REQUIRED ACTION = Your task is to copy each line in the listing that includes the word "findIndex".

::::

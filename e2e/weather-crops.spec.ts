/** Weather and crops: the records, their completeness, the crop library, all as the API has them. */
import type { CropAnswer, SiteAnswer, SiteDay } from '../lib/http/contract/rest.ts';
import { expect, expectFigure, expectText, test, textOf, total } from './support.ts';

test('every station with its record and its completeness', async ({ page, api }) => {
  const { items: sites } = await api.get<{ items: SiteAnswer[] }>('/api/v1/weather/sites');
  await page.goto('/weather');
  const table = page.getByRole('table', { name: 'Weather sites' });
  await expect(table.locator('tbody tr')).toHaveCount(sites.length);
  const heads = await page
    .getByRole('table', { name: /^coverage/i })
    .locator('thead th')
    .allTextContents();
  const rain = heads.findIndex((head) => /rain|precipitation/i.test(head));
  for (const site of sites) {
    const row = table.locator('tbody tr').filter({ has: page.getByRole('rowheader', { name: site.code, exact: true }) });
    await expect(row).toContainText(site.name);
    await expect(row).toContainText(site.first_day ?? '–');
    const coverage = page
      .getByRole('table', { name: /^coverage/i })
      .locator('tbody tr')
      .filter({ has: page.getByRole('rowheader', { name: site.code, exact: true }) });
    const span = (Date.parse(site.last_day ?? '') - Date.parse(site.first_day ?? '')) / 86_400_000 + 1;
    const share = (100 * (site.coverage_days.precipitation_mm ?? 0)) / span;
    await expectFigure(coverage.locator('th, td').nth(rain), share, `rain record of ${site.code} [%]`);
  }
});

test('a station’s days are the API’s, for the days asked', async ({ page, api }) => {
  const run = await api.standing();
  const { items: sites } = await api.get<{ items: SiteAnswer[] }>('/api/v1/weather/sites');
  const [from, to] = [`${run.end_date.slice(0, 4)}-07-01`, `${run.end_date.slice(0, 4)}-07-14`];
  const { items: days } = await api.get<{ items: SiteDay[] }>(`/api/v1/weather/sites/${sites[0].code}/daily?from=${from}&to=${to}`);
  expect(days.length, 'days asked for').toBe(14);
  await page.goto('/weather');
  await page.getByRole('table', { name: 'Weather sites' }).getByRole('link', { name: sites[0].code, exact: true }).click();
  await expect(page.getByRole('heading', { level: 1 })).toContainText(sites[0].name);
  await page.locator('input[name=from]').first().fill(from);
  await page.locator('input[name=to]').first().fill(to);
  await page.locator('input[name=to]').first().press('Enter');
  await expect(page).toHaveURL(new RegExp(`from=${from}`));
  const folded = page.locator('main details').filter({ hasText: 'day by day' });
  await folded.locator('summary').click();
  const table = folded.getByRole('table');
  await expect(table.locator('tbody tr')).toHaveCount(days.length);
  const heads = await table.locator('thead th').allTextContents();
  const column = heads.findIndex((head) => /fao.?56/i.test(head.trim()));
  expect(column, `a column of reference ET among ${heads.join(' | ')}`).toBeGreaterThan(0);
  const cells = await table.locator('tbody tr').evaluateAll((rows, at) => rows.map((row) => row.children[at].textContent ?? ''), column);
  for (const [index, day] of days.entries()) expectText(cells[index], day.reference_et_fao56_short_mm, `reference ET of ${day.date}`);
});

test('the crop library names every crop with its plantings and its sources', async ({ page, api }) => {
  const { items: crops } = await api.get<{ items: CropAnswer[] }>('/api/v1/crops');
  expect(total(crops, (crop) => crop.planting_count)).toBeGreaterThan(0);
  await page.goto('/crops');
  for (const crop of crops) await expect(page.locator(`main a[href="/crops/${encodeURIComponent(crop.code)}"]`)).toHaveCount(1);
  const common = crops.reduce((a, b) => (b.planting_count > a.planting_count ? b : a));
  await page.locator(`main a[href="/crops/${encodeURIComponent(common.code)}"]`).click();
  await expect(page.getByRole('heading', { level: 1 })).toContainText(common.name);
  const said = await textOf(page.getByRole('main'));
  for (const calendar of common.calendars) expect(said, `calendar ${calendar.code}`).toContain(calendar.name);
  expect(said, 'where the coefficients come from').toMatch(/FAO|Table/);
});
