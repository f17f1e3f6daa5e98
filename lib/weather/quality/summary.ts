/** What a check keeps beside its flags, as it is stored: plain JSON, days as dates, null for missing. */
import { addDays } from '../../base/civil-date.ts';
import { nullFromNaN, roundOrNull } from '../../base/missing.ts';
import type { Site } from '../variable.ts';
import type { SiteMove, SitePlace } from './homogeneity.ts';
import type { NeighbourLine } from './neighbours.ts';

export interface PyranometerSummary {
  readonly site: string;
  /** upper quartile of all windows [1] */
  readonly level: number | null;
  readonly years: readonly { readonly year: number; readonly ratio: number; readonly windows: number }[];
  readonly windows: readonly { readonly from: string; readonly to: string; readonly ratio: number }[];
  /** % per year */
  readonly driftPct: number | null;
  readonly driftErrorPct: number | null;
  readonly drifting: boolean;
  readonly suggestedFactor: number | null;
}

export interface AriditySummary {
  readonly site: string;
  readonly from: string;
  readonly to: string;
  readonly months: number;
  /** °C */
  readonly ko: number;
  /** mean Tmin − Tdew [°C] */
  readonly difference: number;
  readonly index: number;
  /** mm of reference ET over the period */
  readonly before: number;
  readonly after: number;
}

export interface NeighbourSummary {
  readonly site: string;
  readonly neighbour: string;
  readonly variable: string;
  /** km */
  readonly distance: number;
  readonly rSquared: number;
  readonly slope: number;
  readonly intercept: number;
  readonly residualDeviation: number;
  readonly days: number;
  readonly acceptable: boolean;
}

/** Stored beside the flags of a source. */
export interface CheckSummary {
  /** false for grids, whose cells have no instruments */
  readonly checked: boolean;
  readonly from: string | null;
  readonly to: string | null;
  readonly sites: number;
  readonly pyranometers: readonly PyranometerSummary[];
  readonly aridity: readonly AriditySummary[];
  readonly neighbours: readonly NeighbourSummary[];
  readonly places: readonly SitePlace[];
  readonly moves: readonly SiteMove[];
}

interface PyranometerFigures {
  readonly site: number;
  readonly level: number;
  readonly years: PyranometerSummary['years'];
  readonly windows: readonly { readonly first: number; readonly last: number; readonly ratio: number }[];
  readonly slope: number;
  readonly slopeError: number;
  readonly suggestedFactor: number;
  readonly drifting: boolean;
}

interface OfferFigures extends Omit<AriditySummary, 'site' | 'from' | 'to'> {
  readonly site: number;
  readonly first: number;
  readonly last: number;
}

/** The figures of a check by the codes of the sites and by dates. */
export function summaryOf(
  record: { readonly sites: readonly Site[]; readonly startDate: string; readonly dayCount: number },
  found: {
    readonly pyranometers: readonly PyranometerFigures[];
    readonly aridity: readonly OfferFigures[];
    readonly lines: readonly NeighbourLine[];
    readonly places: readonly SitePlace[];
    readonly moves: readonly SiteMove[];
  },
): CheckSummary {
  const { sites, startDate, dayCount } = record;
  const code = (site: number) => sites[site].code;
  const date = (day: number) => addDays(startDate, day);
  return {
    checked: true,
    from: dayCount > 0 ? startDate : null,
    to: dayCount > 0 ? date(dayCount - 1) : null,
    sites: sites.length,
    pyranometers: found.pyranometers.map((each) => ({
      site: code(each.site),
      level: nullFromNaN(each.level),
      years: each.years,
      windows: each.windows.map(({ first, last, ratio }) => ({ from: date(first), to: date(last), ratio })),
      driftPct: nullFromNaN(each.slope * 100),
      driftErrorPct: nullFromNaN(each.slopeError * 100),
      drifting: each.drifting,
      suggestedFactor: nullFromNaN(each.suggestedFactor),
    })),
    aridity: found.aridity.map(({ site, first, last, ...figures }) => ({
      site: code(site),
      from: date(first),
      to: date(last),
      ...figures,
    })),
    neighbours: found.lines.map(({ site, neighbour, variable, distance, line, acceptable }) => ({
      site: code(site),
      neighbour: code(neighbour),
      variable,
      distance: roundOrNull(distance / 1000, 1) ?? 0,
      rSquared: line.rSquared,
      slope: line.slope,
      intercept: line.intercept,
      residualDeviation: line.residualDeviation,
      days: line.count,
      acceptable,
    })),
    places: found.places,
    moves: found.moves,
  };
}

::::

OUTPUT OF THE EXERCISE =
  const rain = heads.findIndex((head) => /rain|precipitation/i.test(head));
  const column = heads.findIndex((head) => /fao.?56/i.test(head.trim()));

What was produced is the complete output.